- [TASK DESCRIPTION]: The answer is all of the data, repeated exactly.

(Stored data entries)
● ● ● ●

//! Crossings of a level, and the time above or below it.
//!
//! A level that is a value is met by the signal as it is. `P % of largest` is the signal's value
//! at the instant of its largest absolute value, times the share: there the signal is turned
//! over where that value is negative, so that rising and above mean away from zero.

use std::rc::Rc;

use pulsewright_circuit::Expr;
use pulsewright_circuit::phrase::{Direction, Level, Which, Window};

use super::{Extent, Lack, Number, Reader, Sample, Signal, absent};
use crate::waveform::{Extremum, Run, falls, rises};

/// A signal turned so that its largest value is positive, and that value.
pub(super) struct Crested<'a> {
    pub signal: Rc<Signal<'a>>,
    /// The sign of the largest value.
    pub sign: f64,
    /// Its absolute value.
    pub crest: f64,
    /// Its instant.
    pub at: Extremum,
}

impl Crested<'_> {
    /// The runs of the turned signal against a share of its crest.
    pub fn runs(&self, extent: &Extent, share: f64) -> Vec<Run> {
        self.signal
            .wave
            .runs(&extent.intervals, self.sign, share * self.crest)
    }

    /// The level at a share of the crest, in words, with the signal's own sign.
    pub fn said(&self, share: f64) -> String {
        self.signal.said(self.sign * share * self.crest)
    }
}

impl<'a> Reader<'a> {
    /// A signal with its largest value in a window.
    pub(super) fn crested(&self, signal: &Expr, extent: &Extent) -> Result<Crested<'a>, Lack> {
        let signal = self.signal_in(signal, extent)?;
        signal.without_impulse(&extent.intervals)?;
        match signal.wave.largest_in(&extent.intervals) {
            Some(at) if at.value != 0.0 => {
                let (sign, crest) = (at.value.signum(), at.value.abs());
                Ok(Crested {
                    signal,
                    sign,
                    crest,
                    at,
                })
            }
            _ => absent(format!("{} has no crest: it is 0 throughout", signal.text)),
        }
    }

    /// The instant of a crossing, s, with what it moves by.
    pub(super) fn crossing_at(&self, signal: &Signal<'_>, t: f64) -> Number {
        self.instant(t, signal.wave.shift(t) * signal.wave.largest())
    }

    /// The instant of a crossing upwards; one at the very start of the window is that start.
    pub(super) fn rise_at(&self, signal: &Signal<'_>, (t, from_start): (f64, bool)) -> Number {
        if from_start {
            self.instant(t, 0.0)
        } else {
            self.crossing_at(signal, t)
        }
    }

    /// The signal, its runs against a level, and the level in words.
    fn levelled(
        &self,
        signal: &Expr,
        level: &Level,
        extent: &Extent,
    ) -> Result<(Rc<Signal<'a>>, Vec<Run>, String), Lack> {
        match level {
            Level::Value(e) => {
                let level = self.value(e)?.value;
                let signal = self.signal_in(signal, extent)?;
                let runs = signal.wave.runs(&extent.intervals, 1.0, level);
                let said = signal.said(level);
                Ok((signal, runs, said))
            }
            Level::OfLargest(e) => {
                let share = self.value(e)?.value;
                let crested = self.crested(signal, extent)?;
                let runs = crested.runs(extent, share);
                let said = crested.said(share);
                Ok((crested.signal, runs, said))
            }
        }
    }

    /// `time SIGNAL first rises through LEVEL` and the like, s.
    pub(super) fn crossing(
        &self,
        signal: &Expr,
        which: Which,
        direction: Direction,
        level: &Level,
        w: Option<&Window>,
    ) -> Sample {
        let extent = self.filled(w)?;
        let (signal, runs, said) = self.levelled(signal, level, &extent)?;
        let all: Vec<(f64, bool)> = match direction {
            Direction::Rises => rises(&runs),
            Direction::Falls => falls(&runs).into_iter().map(|t| (t, false)).collect(),
        };
        let found = match which {
            Which::First => all.first(),
            Which::Last => all.last(),
        };
        match found {
            Some(found) => Ok(self.rise_at(&signal, *found)),
            None => absent(never(&signal, direction, &runs, &said, &extent)),
        }
    }

    /// `time SIGNAL is above LEVEL`, or below it: the total, s.
    pub(super) fn time_spent(
        &self,
        signal: &Expr,
        above: bool,
        level: &Level,
        w: Option<&Window>,
    ) -> Sample {
        let extent = self.extent(w)?;
        if extent.intervals.is_empty() {
            return Ok(Number::default());
        }
        let (signal, runs, _) = self.levelled(signal, level, &extent)?;
        let wanted = if above { 1 } else { -1 };
        let mut total = Number::default();
        for run in runs.iter().filter(|r| r.sign == wanted && r.end > r.start) {
            let (start, end) = (
                self.crossing_at(&signal, run.start),
                self.crossing_at(&signal, run.end),
            );
            total.value += run.end - run.start;
            total.size += start.size + end.size;
            total.scale += start.scale + end.scale;
        }
        Ok(Number::itself(total.value, total.scale, total.size))
    }
}

/// Why there is no crossing, in words.
fn never(
    signal: &Signal<'_>,
    direction: Direction,
    runs: &[Run],
    level: &str,
    extent: &Extent,
) -> String {
    let text = &signal.text;
    let last = runs.last().map_or(0, |r| r.sign);
    match direction {
        Direction::Falls if last > 0 => format!(
            "{text} is still above {level} at the end of {}",
            extent.end_words
        ),
        Direction::Falls => format!("{text} never falls through {level}: it is never above"),
        Direction::Rises => {
            let top = signal
                .wave
                .highest(&extent.intervals)
                .map_or(0.0, |e| e.value);
            format!(
                "{text} never rises through {level}; its highest value is {}",
                signal.said(top)
            )
        }
    }
}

● ● ● ●

- [RESULT]:
//! Crossings of a level, and the time above or below it.
//!
//! A level that is a value is met by the signal as it is. `P % of largest` is the signal's value
//! at the instant of its largest absolute value, times the share: there the signal is turned
//! over where that value is negative, so that rising and above mean away from zero.

use std::rc::Rc;

use pulsewright_circuit::Expr;
use pulsewright_circuit::phrase::{Direction, Level, Which, Window};

use super::{Extent, Lack, Number, Reader, Sample, Signal, absent};
use crate::waveform::{Extremum, Run, falls, rises};

/// A signal turned so that its largest value is positive, and that value.
pub(super) struct Crested<'a> {
    pub signal: Rc<Signal<'a>>,
    /// The sign of the largest value.
    pub sign: f64,
    /// Its absolute value.
    pub crest: f64,
    /// Its instant.
    pub at: Extremum,
}

impl Crested<'_> {
    /// The runs of the turned signal against a share of its crest.
    pub fn runs(&self, extent: &Extent, share: f64) -> Vec<Run> {
        self.signal
            .wave
            .runs(&extent.intervals, self.sign, share * self.crest)
    }

    /// The level at a share of the crest, in words, with the signal's own sign.
    pub fn said(&self, share: f64) -> String {
        self.signal.said(self.sign * share * self.crest)
    }
}

impl<'a> Reader<'a> {
    /// A signal with its largest value in a window.
    pub(super) fn crested(&self, signal: &Expr, extent: &Extent) -> Result<Crested<'a>, Lack> {
        let signal = self.signal_in(signal, extent)?;
        signal.without_impulse(&extent.intervals)?;
        match signal.wave.largest_in(&extent.intervals) {
            Some(at) if at.value != 0.0 => {
                let (sign, crest) = (at.value.signum(), at.value.abs());
                Ok(Crested {
                    signal,
                    sign,
                    crest,
                    at,
                })
            }
            _ => absent(format!("{} has no crest: it is 0 throughout", signal.text)),
        }
    }

    /// The instant of a crossing, s, with what it moves by.
    pub(super) fn crossing_at(&self, signal: &Signal<'_>, t: f64) -> Number {
        self.instant(t, signal.wave.shift(t) * signal.wave.largest())
    }

    /// The instant of a crossing upwards; one at the very start of the window is that start.
    pub(super) fn rise_at(&self, signal: &Signal<'_>, (t, from_start): (f64, bool)) -> Number {
        if from_start {
            self.instant(t, 0.0)
        } else {
            self.crossing_at(signal, t)
        }
    }

    /// The signal, its runs against a level, and the level in words.
    fn levelled(
        &self,
        signal: &Expr,
        level: &Level,
        extent: &Extent,
    ) -> Result<(Rc<Signal<'a>>, Vec<Run>, String), Lack> {
        match level {
            Level::Value(e) => {
                let level = self.value(e)?.value;
                let signal = self.signal_in(signal, extent)?;
                let runs = signal.wave.runs(&extent.intervals, 1.0, level);
                let said = signal.said(level);
                Ok((signal, runs, said))
            }
            Level::OfLargest(e) => {
                let share = self.value(e)?.value;
                let crested = self.crested(signal, extent)?;
                let runs = crested.runs(extent, share);
                let said = crested.said(share);
                Ok((crested.signal, runs, said))
            }
        }
    }

    /// `time SIGNAL first rises through LEVEL` and the like, s.
    pub(super) fn crossing(
        &self,
        signal: &Expr,
        which: Which,
        direction: Direction,
        level: &Level,
        w: Option<&Window>,
    ) -> Sample {
        let extent = self.filled(w)?;
        let (signal, runs, said) = self.levelled(signal, level, &extent)?;
        let all: Vec<(f64, bool)> = match direction {
            Direction::Rises => rises(&runs),
            Direction::Falls => falls(&runs).into_iter().map(|t| (t, false)).collect(),
        };
        let found = match which {
            Which::First => all.first(),
            Which::Last => all.last(),
        };
        match found {
            Some(found) => Ok(self.rise_at(&signal, *found)),
            None => absent(never(&signal, direction, &runs, &said, &extent)),
        }
    }

    /// `time SIGNAL is above LEVEL`, or below it: the total, s.
    pub(super) fn time_spent(
        &self,
        signal: &Expr,
        above: bool,
        level: &Level,
        w: Option<&Window>,
    ) -> Sample {
        let extent = self.extent(w)?;
        if extent.intervals.is_empty() {
            return Ok(Number::default());
        }
        let (signal, runs, _) = self.levelled(signal, level, &extent)?;
        let wanted = if above { 1 } else { -1 };
        let mut total = Number::default();
        for run in runs.iter().filter(|r| r.sign == wanted && r.end > r.start) {
            let (start, end) = (
                self.crossing_at(&signal, run.start),
                self.crossing_at(&signal, run.end),
            );
            total.value += run.end - run.start;
            total.size += start.size + end.size;
            total.scale += start.scale + end.scale;
        }
        Ok(Number::itself(total.value, total.scale, total.size))
    }
}

/// Why there is no crossing, in words.
fn never(
    signal: &Signal<'_>,
    direction: Direction,
    runs: &[Run],
    level: &str,
    extent: &Extent,
) -> String {
    let text = &signal.text;
    let last = runs.last().map_or(0, |r| r.sign);
    match direction {
        Direction::Falls if last > 0 => format!(
            "{text} is still above {level} at the end of {}",
            extent.end_words
        ),
        Direction::Falls => format!("{text} never falls through {level}: it is never above"),
        Direction::Rises => {
            let top = signal
                .wave
                .highest(&extent.intervals)
                .map_or(0.0, |e| e.value);
            format!(
                "{text} never rises through {level}; its highest value is {}",
                signal.said(top)
            )
        }
    }
}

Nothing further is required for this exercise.